他堂堂宫门公子,在她眼里就这点印象?
但愣着愣着,他的嘴角又不受控制地往上翘。
没笑话他。
还夸他安静好照顾。
虽然这夸法有点奇怪……但好歹是夸吧?
王陆看着他这副一会儿皱眉一会儿傻笑的模样,终于没忍住,笑出了声。
“公子,”他拱了拱手,“属下先去准备马匹,您慢慢缓。”
他说完转身要走,走到门口又停下来,回头补了一句:
“对了,公子。大小姐还让属下转告您——”
宫子羽立刻竖起耳朵。
“她说,中元节好好祭祖,等节过了,再换一种让公子品鉴。
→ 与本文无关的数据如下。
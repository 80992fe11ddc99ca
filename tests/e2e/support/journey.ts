import { test as base, expect, type Locator, type Page } from '@playwright/test';

import { DEMO_PASSWORD } from '@/db/seed/sign-ins';

import { looksRight } from './look';

/** What a way through the product cost the person: printed at its end, because fewer is better than prettier. */
export interface Cost {
  clicks: number;
  keys: number;
  pages: number;
  waitedS: number;
}

const NOTHING_SPENT: Cost = { clicks: 0, keys: 0, pages: 0, waitedS: 0 };

/** A person at a browser. Counts presses, typed keys, pages and the seconds of waiting for what was asked. */
export class Person {
  private cost = NOTHING_SPENT;

  constructor(
    readonly name: string,
    readonly page: Page,
    readonly width: number,
  ) {
    page.on('framenavigated', (frame) => {
      if (frame === page.mainFrame()) this.spends({ pages: 1 });
    });
  }

  async goTo(path: string): Promise<void> {
    await this.waiting(() => this.page.goto(path));
  }

  async press(target: Locator): Promise<void> {
    this.spends({ clicks: 1 });
    await this.waiting(() => target.click());
  }

  /** Types into a field, replacing what is there. */
  async type(target: Locator, text: string): Promise<void> {
    this.spends({ clicks: 1, keys: text.length });
    await this.waiting(() => target.fill(text));
  }

  /** Opens a list and takes one of its choices. */
  async choose(target: Locator, choice: string | { index: number }): Promise<void> {
    this.spends({ clicks: 2 });
    await this.waiting(() => target.selectOption(choice));
  }

  /** Gives a file: the button and the file in the system's own window. */
  async gives(target: Locator, name: string, content: Buffer): Promise<void> {
    this.spends({ clicks: 2 });
    const mimeType = name.endsWith('.csv') ? 'text/csv' : 'application/pdf';
    await this.waiting(() => target.setInputFiles({ name, mimeType, buffer: content }));
  }

  async key(key: string): Promise<void> {
    this.spends({ keys: 1 });
    await this.waiting(() => this.page.keyboard.press(key));
  }

  /** Waits until something is to be seen; the time counts as the person's. */
  async sees(target: Locator): Promise<void> {
    await this.waiting(() => expect(target).toBeVisible({ timeout: 30_000 }));
  }

  async signIn(email: string): Promise<void> {
    await this.goTo('/sign-in');
    await this.type(this.page.getByLabel('E-mail'), email);
    await this.type(this.page.getByLabel('Password'), DEMO_PASSWORD);
    await this.press(this.page.getByRole('button', { name: 'Sign in', exact: true }));
    await this.waiting(() =>
      this.page.waitForURL((url) => !url.pathname.startsWith('/sign-in'), { timeout: 60_000 }),
    );
  }

  /** Keeps a picture of the page and has it looked over; no time of the person's. */
  looks(name: string): Promise<void> {
    return looksRight(this.page, `${name}-${this.width}`);
  }

  /** One line for the log: what the way cost since the last one. */
  report(way: string): void {
    const { clicks, keys, pages, waitedS } = this.cost;
    console.log(
      `${this.name} at ${this.width} px, ${way}: ${clicks} clicks, ${keys} keys, ${pages} pages, ${waitedS.toFixed(1)} s of waiting`,
    );
    this.cost = NOTHING_SPENT;
  }

  private spends(more: Partial<Cost>): void {
    const { clicks = 0, keys = 0, pages = 0, waitedS = 0 } = more;
    const was = this.cost;
    this.cost = {
      clicks: was.clicks + clicks,
      keys: was.keys + keys,
      pages: was.pages + pages,
      waitedS: was.waitedS + waitedS,
    };
  }

  private async waiting<T>(work: () => Promise<T>): Promise<T> {
    const began = performance.now();
    try {
      return await work();
    } finally {
      this.spends({ waitedS: (performance.now() - began) / 1000 });
    }
  }
}

interface People {
  /** A person with a browser of their own: no cookie is shared. */
  person(name: string, width?: number): Promise<Person>;
}

export const test = base.extend<People>({
  person: async ({ browser, baseURL }, give) => {
    const contexts: Awaited<ReturnType<typeof browser.newContext>>[] = [];
    await give(async (name, width = 1440) => {
      const context = await browser.newContext({
        ...(baseURL === undefined ? {} : { baseURL }),
        viewport: { width, height: width < 500 ? 844 : 900 },
        hasTouch: width < 900,
      });
      contexts.push(context);
      return new Person(name, await context.newPage(), width);
    });
    for (const context of contexts) await context.close();
  },
});

/** The id at the end of a page's address. */
export const idIn = (url: string): string => new URL(url).pathname.split('/').at(-1) ?? '';

export { expect };
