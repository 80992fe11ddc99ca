import type { Metadata } from 'next';

import { ask, Prefetched, readOnServer } from '@/app/_kit/prefetch';
import { BatchScreen } from '@/components/batches/batch-screen';
import {
  getBatchChecksEndpoint,
  getBatchEndpoint,
  getBatchLinesEndpoint,
  getTravellerEndpoint,
  listStepProcessorsEndpoint,
} from '@/lib/batches/endpoints';
import { getMeEndpoint } from '@/lib/session/endpoints';

type Props = { params: Promise<{ id: string }> };

export async function generateMetadata({ params }: Props): Promise<Metadata> {
  const { number } = await readOnServer(getBatchEndpoint, { batchId: (await params).id });
  return { title: number };
}

export default async function BatchPage({ params }: Props) {
  const { id: batchId } = await params;
  const { process, step } = await readOnServer(getBatchEndpoint, { batchId });
  return (
    <Prefetched
      queries={[
        ask(getMeEndpoint, {}),
        ask(getBatchEndpoint, { batchId }),
        ask(getBatchLinesEndpoint, { batchId }),
        ask(getBatchChecksEndpoint, { batchId }),
        ask(getTravellerEndpoint, { batchId }),
        ask(listStepProcessorsEndpoint, { process, specification: step.specification }),
      ]}
    >
      <BatchScreen batchId={batchId} />
    </Prefetched>
  );
}
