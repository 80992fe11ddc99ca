import fc from 'fast-check';
import { expect, test } from 'vitest';

import { BATCH_TABLES } from '@/lib/reference/batch-tables';
import { inForce } from '@/lib/reference/in-force';
import type { Replaceable } from '@/lib/reference/replaceable';
import { REPLACEABLE } from '@/lib/reference/replaceable-tables';
import { cellsOfRow, rowFromCells } from '@/lib/reference/rows-in-cells';
import type { Table } from '@/lib/trade/table';

const withoutSource = (row: object): object =>
  Object.fromEntries(Object.entries(row).filter(([key]) => key !== 'source'));
const registered = [...REPLACEABLE.values()].map((one) => [one.published.id, one] as const);

/** Every table in a group, however deep. */
function tablesIn(group: unknown): Table<unknown>[] {
  if (typeof group !== 'object' || group === null) return [];
  if ('rows' in group && 'edition' in group) return [group as Table<unknown>];
  return Object.values(group).flatMap(tablesIn);
}

const read = ({ columns, row }: Replaceable, cells: readonly string[]) => rowFromCells(columns, row, cells);

test.each(registered)('%s: every row, as cells and back, is the same row', (_, one) => {
  for (const row of one.published.rows)
    expect(read(one, cellsOfRow(one.columns, row))).toEqual({ ok: true, row: withoutSource(row) });
});

test.each(registered)('%s: each column has a name of its own', (_, { columns }) => {
  const heads = columns.map(({ head }) => head);
  expect(new Set(heads).size).toBe(heads.length);
});

test('a shop may replace every table that batches and parts are answered from', () => {
  const used = tablesIn(BATCH_TABLES).map(({ id }) => id);
  expect([...REPLACEABLE.keys()].toSorted()).toEqual([...new Set(used)].toSorted());
});

const someIds = fc.subarray([...REPLACEABLE.keys()]);

test('exactly the tables that a shop entered are its own; each row names the table and edition it stands in', () =>
  fc.assert(
    fc.property(someIds, (ids) => {
      const own = new Map(
        ids.map((id) => {
          const { rows = [] } = REPLACEABLE.get(id)?.published ?? {};
          return [id, { edition: `own ${id}`, entry: 'entered', rows: rows.slice(0, 1) }];
        }),
      );
      for (const table of tablesIn(inForce(BATCH_TABLES, own))) {
        const published = REPLACEABLE.get(table.id)?.published;
        const isOwn = ids.includes(table.id);
        expect(table.edition).toBe(isOwn ? `own ${table.id}` : published?.edition);
        expect(table.rows).toHaveLength(isOwn ? 1 : (published?.rows.length ?? 0));
        expect(table.rows[0]?.source.readFrom).toEqual({
          table: table.id,
          edition: table.edition,
          ...(isOwn && { entry: 'entered' }),
        });
      }
    }),
    { numRuns: 20 },
  ));
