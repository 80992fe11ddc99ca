import { serve } from '@/app/_kit/serve';
import { getDossierEndpoint, requestDossierEndpoint } from '@/lib/dossiers/endpoints';

export const GET = serve(getDossierEndpoint);
export const POST = serve(requestDossierEndpoint);
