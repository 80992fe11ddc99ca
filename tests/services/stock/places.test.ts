import { expect, test } from 'vitest';

import { addLocation } from '@/lib/stock/add-location';
import { closeLocation, reopenLocation } from '@/lib/stock/close-location';
import { closeLocation as declaration } from '@/lib/stock/contract';
import { moveStock } from '@/lib/stock/move-stock';
import { listLocations } from '@/lib/stock/queries';

import { makeStock } from '../../factories/lots';
import { lastAudit } from '../../factories/standing';
import { makeWorld, type World } from '../../factories/world';
import { openDatabase } from '../open-database';

const base = openDatabase();

/** Two places; 10 pieces lie in the first. */
async function setup(world: World) {
  return world.as(['lead'], async (ctx) => {
    const full = (await addLocation(ctx, { name: 'Rack A' })).id;
    const empty = (await addLocation(ctx, { name: 'Rack B' })).id;
    const lot = await makeStock(ctx, { locationId: full, pieces: 10 });
    return { full, empty, lot };
  });
}
const placesOf = (world: World) =>
  world.as(['auditor'], async (ctx) =>
    (await listLocations(ctx)).rows.map(
      ({ name, pieces, closed }) => `${name} ${pieces}${closed ? ' closed' : ''}`,
    ),
  );

test('an empty place is closed and opened again, and both are audited', async () => {
  const world = await makeWorld(base.db, base.owner);
  const { full, empty, lot } = await setup(world);
  const move = () =>
    world.as(['lead'], (ctx) =>
      moveStock(ctx, { lotId: lot.id, fromLocationId: full, toLocationId: empty, pieces: 1 }),
    );
  await world.as(['inspector'], (ctx) => closeLocation(ctx, { locationId: empty }));
  expect(await placesOf(world)).toEqual(['Rack A 10', 'Rack B 0 closed']);
  await expect(move()).rejects.toMatchObject({
    code: 'conflict',
    message: expect.stringContaining('closed') as string,
  });
  await world.as(['inspector'], (ctx) => reopenLocation(ctx, { locationId: empty }));
  await move();
  await world.as(['lead'], async (ctx) => {
    expect(await lastAudit(ctx, 'location.close')).toMatchObject({
      entityId: empty,
      after: { name: 'Rack B' },
    });
    expect(await lastAudit(ctx, 'location.reopen')).toMatchObject({ entityId: empty });
  });
});

test('an auditor may neither close nor open', async () => {
  const world = await makeWorld(base.db, base.owner);
  const { empty } = await setup(world);
  for (const verb of [closeLocation, reopenLocation])
    await expect(world.as(['auditor'], (ctx) => verb(ctx, { locationId: empty }))).rejects.toMatchObject({
      code: 'not_allowed',
    });
});

test('a place with pieces stays open and says how many; closed twice or opened twice is refused', async () => {
  const world = await makeWorld(base.db, base.owner);
  const { full, empty } = await setup(world);
  const close = (locationId: string) => world.as(['lead'], (ctx) => closeLocation(ctx, { locationId }));
  const reopen = (locationId: string) => world.as(['lead'], (ctx) => reopenLocation(ctx, { locationId }));
  await expect(close(full)).rejects.toMatchObject({
    code: 'conflict',
    message: '10 pc are in Rack A. Move them first, then close it.',
  });
  await expect(reopen(empty)).rejects.toMatchObject({ code: 'conflict' });
  await close(empty);
  await expect(close(empty)).rejects.toMatchObject({ code: 'conflict' });
});

test('whoever comes first, nothing ever lies in a closed place', async () => {
  const world = await makeWorld(base.db, base.owner);
  const { full, empty, lot } = await setup(world);
  const outcomes = await Promise.allSettled([
    world.as(['lead'], (ctx) =>
      moveStock(ctx, { lotId: lot.id, fromLocationId: full, toLocationId: empty, pieces: 10 }),
    ),
    world.as(['lead'], (ctx) => closeLocation(ctx, { locationId: empty })),
  ]);
  expect(outcomes.filter((one) => one.status === 'fulfilled')).toHaveLength(1);
});

test('another shop is told that the place does not exist', async () => {
  const [world, stranger] = [await makeWorld(base.db, base.owner), await makeWorld(base.db, base.owner)];
  const { empty } = await setup(world);
  for (const verb of [closeLocation, reopenLocation])
    await expect(stranger.as(['lead'], (ctx) => verb(ctx, { locationId: empty }))).rejects.toMatchObject({
      code: 'not_found',
    });
});

test('what is no id is no place', () =>
  expect(declaration.input.safeParse({ locationId: 'Rack A' }).success).toBe(false));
”
王陆说完,推门出去了。
留下宫子羽一个人坐在床上,傻傻地看着那扇门。
等节过了,再来品酒?
那岂不是说——
她还愿意让他来?
她还愿意陪他喝酒?
宫子羽愣了一瞬,然后整个人往后一倒,仰面躺在枕头上,盯着房梁,嘴角咧得压都压不住。
虽然今天丢人丢大了。
虽然他在人家姑娘面前醉成了烂泥。
但她没嫌弃他。
她让他节后再来。
宫子羽抬起胳膊,挡住眼睛,闷闷地笑了一声。
窗外夜色沉沉,远处隐约传来几声鸡鸣。
宫子羽想起自己还要赶回去参加祭祖,连忙掀开被子起身。
他的动作有点急,身体一个踉跄,他急忙扶着床柱稳了稳,等缓过去了,才慢慢地开始穿外袍。
系腰带的时候,他的手指碰到了腰间的香囊。
他低头看了一眼,昨晚一直系在腰上,现在还在。
他轻轻摸了摸,嘴角的弧度又上扬了几分。